Yes, Ultrasound has been used safely in obstetrics for over 35 years. In the 35 years of use in medicine, there has never been a harmful effect shown by the use of ultrasound. Many women have multiple ultrasounds during their pregnancy with no negative effect on the baby. Women who are having trouble with pregnancy may have as many as two or three ultrasounds per week late in the third trimester.

Multiple Pregnancy Ultrasounds Safe for Child (www.WebMD.com)

Prenatal Peek® has a business practice of  Licensing the Prenatal Peek® Trademark out to physicians, qualified sonographers or business entrepreneur that agree by contract to only have qualified sonographers perform ultrasound scans. In historical archives more data represents the safeness of ultrasound while being performed by a qualified professional.

The International Society for Ultrasound in Obstetrics and Gynecology (ISUOG), in 2002, stated: “Acoustic outputs are [generally] not high enough to produce deleterious effects. Their use therefore appears to be safe, for all stages of pregnancy.” (Abramowicz, et al. 105)

The American Pregnancy Association, “a national health organization committed to resolving reproduction, pregnancy and sexual health concerns through education, research, advocacy, and community awareness,” states the following: “[The] ultrasound is a non-invasive exam which poses no risks to the mother or developing fetus.” (Americanpregnancy.org)

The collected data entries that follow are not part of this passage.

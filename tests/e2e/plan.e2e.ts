/**
 * The trench plan as a new digger meets it, at desktop and tablet size: upload a photo through the
 * upload fake, fit it with four control points, draw the trench edge and a hole, place three finds,
 * see them listed with server-allocated numbers, and see an out-of-trench find refused with its distance.
 */
import { afterAll, beforeAll, describe, expect, it } from "vitest";
import type { Browser } from "playwright-core";
import sharp from "sharp";
import { openBrowser, shown } from "./support/browser";
import { openFreshPlan, tapPlan } from "./support/plan-trench";

let browser: Browser;
beforeAll(async () => {
  browser = await openBrowser();
});
afterAll(async () => {
  await browser?.close();
});

/** A synthetic vertical photo: brown soil, four white pegs at known pixels. */
const PEGS = [
  { px: 100, py: 100, x: 0, y: 6 },
  { px: 1100, py: 100, x: 8, y: 6 },
  { px: 1100, py: 800, x: 8, y: 0 },
  { px: 100, py: 800, x: 0, y: 0 },
];
async function trenchPhoto(): Promise<Buffer> {
  const dots = PEGS.map(
    (p) => `<circle cx="${p.px}" cy="${p.py}" r="14" fill="#fff" stroke="#000" stroke-width="4"/>`,
  ).join("");
  const svg = `<svg xmlns="http://www.w3.org/2000/svg" width="1200" height="900"><rect width="1200" height="900" fill="#7a5a3a"/><rect x="100" y="100" width="1000" height="700" fill="#9b7550"/>${dots}</svg>`;
  return sharp(Buffer.from(svg)).jpeg({ quality: 80 }).toBuffer();
}

for (const size of ["desktop", "tablet"] as const) {
  describe(`trench plan at ${size} size`, () => {
    it("goes from an empty trench to a fitted photo, an outline with a hole and placed finds", async () => {
      const touch = size === "tablet";
      const { page, t } = await openFreshPlan(browser, size);

      // 1. Upload a photo through the uploadthing SDK and the local fake.
      await page.getByRole("tab", { name: "Photo" }).click();
      await page
        .getByTestId("photo-input")
        .setInputFiles({ name: "trench-vertical.jpg", mimeType: "image/jpeg", buffer: await trenchPhoto() });
      await shown(page.getByRole("status").filter({ hasText: "trench-vertical.jpg” uploaded" }), 30_000);

      // 2. Fit it: tap the four pegs on the photo, type their grid positions.
      const img = page.getByTestId("fit-photo");
      await shown(img);
      await page.waitForFunction(
        () => (document.querySelector("[data-testid=fit-photo]") as HTMLImageElement | null)?.naturalWidth === 1200,
      );
      for (const [i, p] of PEGS.entries()) {
        await img.scrollIntoViewIfNeeded();
        const ib = (await img.boundingBox())!;
        const position = { x: (p.px / 1200) * ib.width, y: (p.py / 900) * ib.height };
        if (touch) await img.tap({ position });
        else await img.click({ position });
        await page.getByLabel(`Point ${i + 1} x`).fill(String(p.x));
        await page.getByLabel(`Point ${i + 1} y`).fill(String(p.y));
      }
      await page.getByRole("button", { name: "Fit photo to grid" }).click();
      const summary = page.getByTestId("fit-summary");
      await shown(summary, 20_000);
      expect(await summary.textContent()).toMatch(/projective, 4 points/);
      for (let i = 1; i <= 4; i++)
        expect(await page.getByTestId(`residual-${i}`).textContent()).toMatch(/\d+(\.\d+)? (mm|cm)/);

      // 3. Draw the trench edge, then a hole, and save.
      await page.getByRole("button", { name: /Draw edge/ }).click();
      for (const [x, y] of [
        [0, 0],
        [8, 0],
        [8, 6],
        [0, 6],
        [0, 0],
      ] as const)
        await tapPlan(page, touch, x, y);
      await page.getByRole("button", { name: /Add hole/ }).click();
      for (const [x, y] of [
        [3, 2],
        [5, 2],
        [5, 3],
        [3, 3],
      ] as const)
        await tapPlan(page, touch, x, y);
      await page.getByRole("button", { name: "Close ring" }).click();
      expect(await page.getByTestId("outline-holes").textContent()).toBe("1");
      expect(await page.getByTestId("outline-area").textContent()).toBe("46.00 m²"); // 8 × 6 less the 2 × 1 hole
      await page.getByRole("button", { name: "Save outline" }).click();
      await shown(page.getByTestId("plan-message").filter({ hasText: "Outline saved" }));

      // 4. Place three finds; each gets its number from the server.
      await page.getByRole("button", { name: /Place find/ }).click();
      const recorded: number[] = [];
      for (const [x, y] of [
        [1, 1],
        [2, 4.5],
        [6.5, 5],
      ] as const) {
        await tapPlan(page, touch, x, y);
        await page.getByLabel("Class").selectOption({ index: 1 });
        await page.getByLabel("Context").selectOption({ label: `${t.contextNumber} · deposit` });
        await page.getByRole("button", { name: "Record find", exact: true }).click();
        const msg = page.getByTestId("plan-message").filter({ hasText: /Find #\d+ recorded/ });
        await shown(msg);
        recorded.push(Number(/#(\d+)/.exec((await msg.textContent())!)![1]));
        await page.getByRole("button", { name: "Dismiss message" }).click();
        await page.getByRole("button", { name: /Place find/ }).click();
      }
      const api = (await (await page.request.get(`/api/sites/${t.siteId}/finds?trenchId=${t.trenchId}`)).json()) as {
        rows: { number: number; x: number; y: number }[];
      };
      expect(api.rows.map((r) => r.number).sort()).toEqual([...recorded].sort());
      await page.getByRole("tab", { name: "Finds" }).click();
      for (const n of recorded) await shown(page.getByRole("button", { name: new RegExp(`#${n}\\b`) }));

      // 5. A find tapped outside the outline is refused at the tap, with the distance, before any form opens.
      await page.getByRole("button", { name: /Place find/ }).click();
      await tapPlan(page, touch, 8.3, 3);
      const refusal = page.getByRole("alert").filter({ hasText: "outside its trench" });
      await shown(refusal);
      expect(await refusal.textContent()).toMatch(/0\.3\d\d m outside the outline of trench/);
      expect(await page.getByRole("button", { name: "Record find", exact: true }).count()).toBe(0);
      const after = (await (await page.request.get(`/api/sites/${t.siteId}/finds?trenchId=${t.trenchId}`)).json()) as {
        total: number;
      };
      expect(after.total).toBe(3);
      await page.screenshot({ path: `test-results/plan-${size}.png` });
      await page.context().close();
    });
  });
}
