/**
 * A finds specialist in the Patterns workspace: picks a scope, runs, watches progress, reads the verdict
 * and sees the plot; the run survives a reload; a run can be cancelled; a digger reads but cannot run.
 * Fewer simulations than the default (99) keep the test short; FLK's clustering and SHD's randomness in
 * the demo (scripts/seed/seed-demo.ts) are decided at that number too (see tests/integration/patterns-verdicts).
 */
import { readFile } from "node:fs/promises";
import { afterAll, beforeAll, describe, expect, it } from "vitest";
import type { Browser, Page } from "playwright-core";
import { newPage, openBrowser, openDemoSite, shown, signIn } from "./support/browser";

let browser: Browser;
beforeAll(async () => {
  browser = await openBrowser();
});
afterAll(async () => {
  await browser?.close();
});

async function openPatterns(page: Page) {
  await openDemoSite(page);
  await page.getByRole("navigation", { name: "Site sections" }).getByRole("link", { name: "Patterns" }).click();
  await shown(page.getByRole("heading", { level: 1, name: "Patterns" }));
}

async function chooseScope(page: Page, classes: string[]) {
  await page.getByRole("checkbox", { name: /^1005/ }).check();
  for (const c of classes) await page.getByRole("checkbox", { name: new RegExp(`${c}`) }).check();
  await shown(page.getByTestId(`n-${classes[0]}`).filter({ hasText: "n =" }), 30_000);
}

/** Tests and settings are folded under the scope; a specialist unfolds them to change the defaults. */
async function unfoldSettings(page: Page) {
  await page.getByTestId("run-settings").locator("summary").click();
  await shown(page.getByLabel("Simulations"));
}

describe("Patterns workspace", () => {
  it("a specialist runs Besag's L on FLK and SHD, watches progress, reads the verdicts and sees the plot", async () => {
    const page = await newPage(browser);
    await signIn(page, "specialist");
    await openPatterns(page);
    await chooseScope(page, ["FLK", "SHD"]);
    await expect(page.getByTestId("n-FLK").textContent()).resolves.toBe("n = 150");
    await unfoldSettings(page);
    await page.getByRole("checkbox", { name: /Clark–Evans/ }).uncheck();
    await page.getByLabel("Global test").selectOption("mad");
    await page.getByLabel("Simulations").fill("99");
    await page.getByLabel(/^Seed/).fill("2026");
    await page.getByRole("button", { name: "Run tests" }).click();
    const result = page.getByTestId("run-result");
    // 99 simulations may end before the first progress event arrives: then the result is what shows.
    // (The next test watches a long run's progress bar.)
    await shown(page.getByRole("progressbar", { name: "Simulations done" }).or(result));
    await shown(result, 60_000);
    const card = (code: string) => page.getByRole("article", { name: `Besag's L under CSR for ${code}` });
    // The answer in plain words first; the test's own terms in the detail line; p once per result.
    await expect(card("FLK").locator("[data-verdict]").textContent()).resolves.toBe("Grouped together");
    await expect(card("SHD").locator("[data-verdict]").textContent()).resolves.toBe("No clear pattern");
    const plain = result.getByTestId("plain-sentences").getByRole("listitem");
    await expect(plain.allTextContents()).resolves.toEqual([
      expect.stringMatching(
        /^Flint flake \(FLK\) finds lie in groups, (roughly up to [\d.]+ m across|closer together than chance would give)\.$/,
      ),
      "Pottery sherd (SHD) finds show no clear pattern: chance alone could have laid them out like this.",
    ]);
    await expect(card("SHD").textContent()).resolves.toContain("No evidence against CSR at the 5 % level.");
    for (const code of ["FLK", "SHD"]) {
      const text = (await card(code).textContent())!;
      expect(text.match(/p (=|<) ?[\d.e<-]+/g)).toHaveLength(1);
    }
    await expect(card("FLK").textContent()).resolves.toContain("seed 2026");
    const plot = page.getByRole("figure", { name: "L(r) − r, FLK" });
    await shown(plot.locator("svg.recharts-surface path.recharts-curve").first());
    await shown(page.getByText(/Equifinality/));
    // The figure and its curves can be taken away: CSV of the curves, SVG of the drawing.
    const save = async (button: string) => {
      const [download] = await Promise.all([
        page.waitForEvent("download"),
        plot.getByRole("button", { name: button }).click(),
      ]);
      return { name: download.suggestedFilename(), text: await readFile((await download.path())!, "utf8") };
    };
    const csv = await save("CSV");
    expect(csv.name).toBe("l-minus-r-FLK.csv");
    expect(csv.text.split(/\r?\n/)[0]).toBe("r,observed,band_lo,band_hi,null_curve");
    const svg = await save("SVG");
    expect(svg.name).toBe("l-minus-r-FLK.svg");
    expect(svg.text.startsWith("<svg")).toBe(true);
    await page.screenshot({ path: "test-results/patterns-result.png", fullPage: true });
    // The run is saved: a reload of the same address shows it again.
    await page.reload();
    await shown(page.getByTestId("run-result"), 30_000);
    await expect(card("FLK").locator("[data-verdict]").textContent()).resolves.toBe("Grouped together");
    await page.context().close();
  });

  it("the default tests run with one action once the scope is chosen; the settings stay folded", async () => {
    const page = await newPage(browser);
    await signIn(page, "specialist");
    await openPatterns(page);
    await chooseScope(page, ["SHD"]);
    const settings = page.getByTestId("run-settings");
    await expect(settings.getAttribute("open")).resolves.toBeNull();
    expect(await page.getByLabel("Simulations").isVisible()).toBe(false);
    await shown(settings.getByText(/Besag's L, Clark–Evans; 999 simulations, 5 % level/));
    await page.getByRole("button", { name: "Run tests" }).click();
    const result = page.getByTestId("run-result");
    await shown(result, 60_000);
    await shown(page.getByRole("article", { name: "Besag's L under CSR for SHD" }));
    await shown(page.getByRole("article", { name: "Clark–Evans for SHD" }));
    await page.context().close();
  });

  it("quadrat counts are drawn where they were taken: each cell on the trench, observed and expected", async () => {
    const page = await newPage(browser);
    await signIn(page, "specialist");
    await openPatterns(page);
    await chooseScope(page, ["FLK"]);
    await unfoldSettings(page);
    await page.getByRole("checkbox", { name: /Besag's L/ }).uncheck();
    await page.getByRole("checkbox", { name: /Clark–Evans/ }).uncheck();
    await page.getByRole("checkbox", { name: /Quadrat counts/ }).check();
    await page.getByLabel("Simulations").fill("99");
    await page.getByRole("button", { name: "Run tests" }).click();
    await shown(page.getByTestId("run-result"), 60_000);
    const map = page.getByRole("img", {
      name: "Quadrat counts of FLK on the trench plan, observed and expected per cell",
    });
    await shown(map);
    // Every cell says what was observed and expected there; the observed counts add up to the class's finds
    // in the scope, and so, near enough, do the expected ones.
    const titles = await map.locator("g[data-square] > title").allTextContents();
    expect(titles.length).toBeGreaterThan(4);
    const pairs = titles.map((t) => {
      const m = /observed (\d+), expected ([\d.]+)$/.exec(t);
      expect(m, t).not.toBeNull();
      return [Number(m![1]), Number(m![2])];
    });
    expect(pairs.reduce((s, [o]) => s + o!, 0)).toBe(150);
    const expected = pairs.reduce((s, [, e]) => s + e!, 0);
    expect(Math.abs(expected - 150)).toBeLessThan(titles.length * 0.05 + 0.5);
    // Each label fits inside its own cell, so neighbouring numbers do not run into each other.
    const overflows = await map.evaluate((svg) =>
      [...svg.querySelectorAll("g[data-square]")].flatMap((g) => {
        const text = g.querySelector("text");
        const cell = g.querySelector("rect")!.getBBox();
        return text && text.getBBox().width > cell.width ? [text.textContent] : [];
      }),
    );
    expect(overflows).toEqual([]);
    await map.screenshot({ path: "test-results/quadrat-on-plan.png" });
    await page.context().close();
  });

  it("a specialist limits the scope by reduced level: the spread per class, the narrower n, a reversed range refused", async () => {
    const page = await newPage(browser);
    await signIn(page, "specialist");
    await openPatterns(page);
    await chooseScope(page, ["FLK"]);
    await expect(page.getByTestId("n-FLK").textContent()).resolves.toBe("n = 150");
    // The demo's trench A finds lie 0.30–0.40 m below its surface (RL 49.62): within the 0.20 m default.
    await shown(page.getByTestId("vertical-spread").locator('[data-class="FLK"]'));
    await shown(page.getByText(/No class spreads over more than 0\.20 m \(common practice\)/));
    await page.getByLabel("Lowest level (RL, m)").fill("49.270");
    await page.getByLabel("Highest level (RL, m)").fill("49.320");
    await shown(page.getByTestId("depth-scope").getByText("RL 49.270 to 49.320 m"));
    await expect
      .poll(async () => Number((await page.getByTestId("n-FLK").textContent())?.replace("n = ", "")), {
        timeout: 20_000,
      })
      .toBeLessThan(150);
    await page.getByLabel("Lowest level (RL, m)").fill("49.400");
    await shown(page.getByText("The lower level (from) must not be higher than the upper level (to)."));
    await page.context().close();
  });

  it("a specialist watches a long run's progress, reloads the page, finds it still running, and cancels it", async () => {
    const page = await newPage(browser);
    await signIn(page, "specialist");
    await openPatterns(page);
    // L, Clark–Evans and pair correlation on four classes, 9999 simulations each: several seconds.
    await chooseScope(page, ["FLK", "SHD", "FCR", "CHP"]);
    await unfoldSettings(page);
    await page.getByRole("checkbox", { name: /Pair correlation/ }).check();
    await page.getByLabel("Simulations").fill("9999");
    await page.getByRole("button", { name: "Run tests" }).click();
    const bar = page.getByRole("progressbar", { name: "Simulations done" });
    const percent = async () => Number(await bar.getAttribute("aria-valuenow"));
    await page.waitForFunction(
      () => Number(document.querySelector('[role="progressbar"]')?.getAttribute("aria-valuenow")) > 0,
      undefined,
      { timeout: 30_000 },
    );
    await shown(page.getByText(/% · (about \d+ (s|min)|under a second) left/));
    const before = await percent();
    // The run goes on on the server; the page, reloaded, picks it up where it has got to.
    await page.reload();
    await shown(bar, 30_000);
    await page.waitForFunction(
      (p) => Number(document.querySelector('[role="progressbar"]')?.getAttribute("aria-valuenow")) > p,
      before,
      { timeout: 30_000 },
    );
    await page.getByRole("button", { name: "Cancel run" }).click();
    await shown(page.getByText("This run was cancelled"), 30_000);
    await shown(page.getByRole("table", { name: "Saved runs" }).getByText("cancelled"));
    await page.context().close();
  });

  it("a digger reads the saved runs but has no run button", async () => {
    const page = await newPage(browser);
    await signIn(page, "digger");
    await openPatterns(page);
    await shown(page.getByText(/running tests needs the finds specialist or director role/));
    expect(await page.getByRole("button", { name: "Run tests" }).count()).toBe(0);
    await shown(page.getByRole("table", { name: "Saved runs" }).getByText("done").first());
    await page.context().close();
  });
});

Presently, ultrasound is as safe as ever, despite the false impression that 3-D/4-D technology poses greater risks than traditional 2-D. While conventional 2-D imaging requires a precise plane with which to observe the unborn baby, new techniques allow practitioners to freely rotate 3-D images of the scanned fetus within a stored volume. (Contemporary OB/GYN 4) Utilizing 3-D technology diminishes net exposure since volumetric images are rendered quickly and adjusted off-line.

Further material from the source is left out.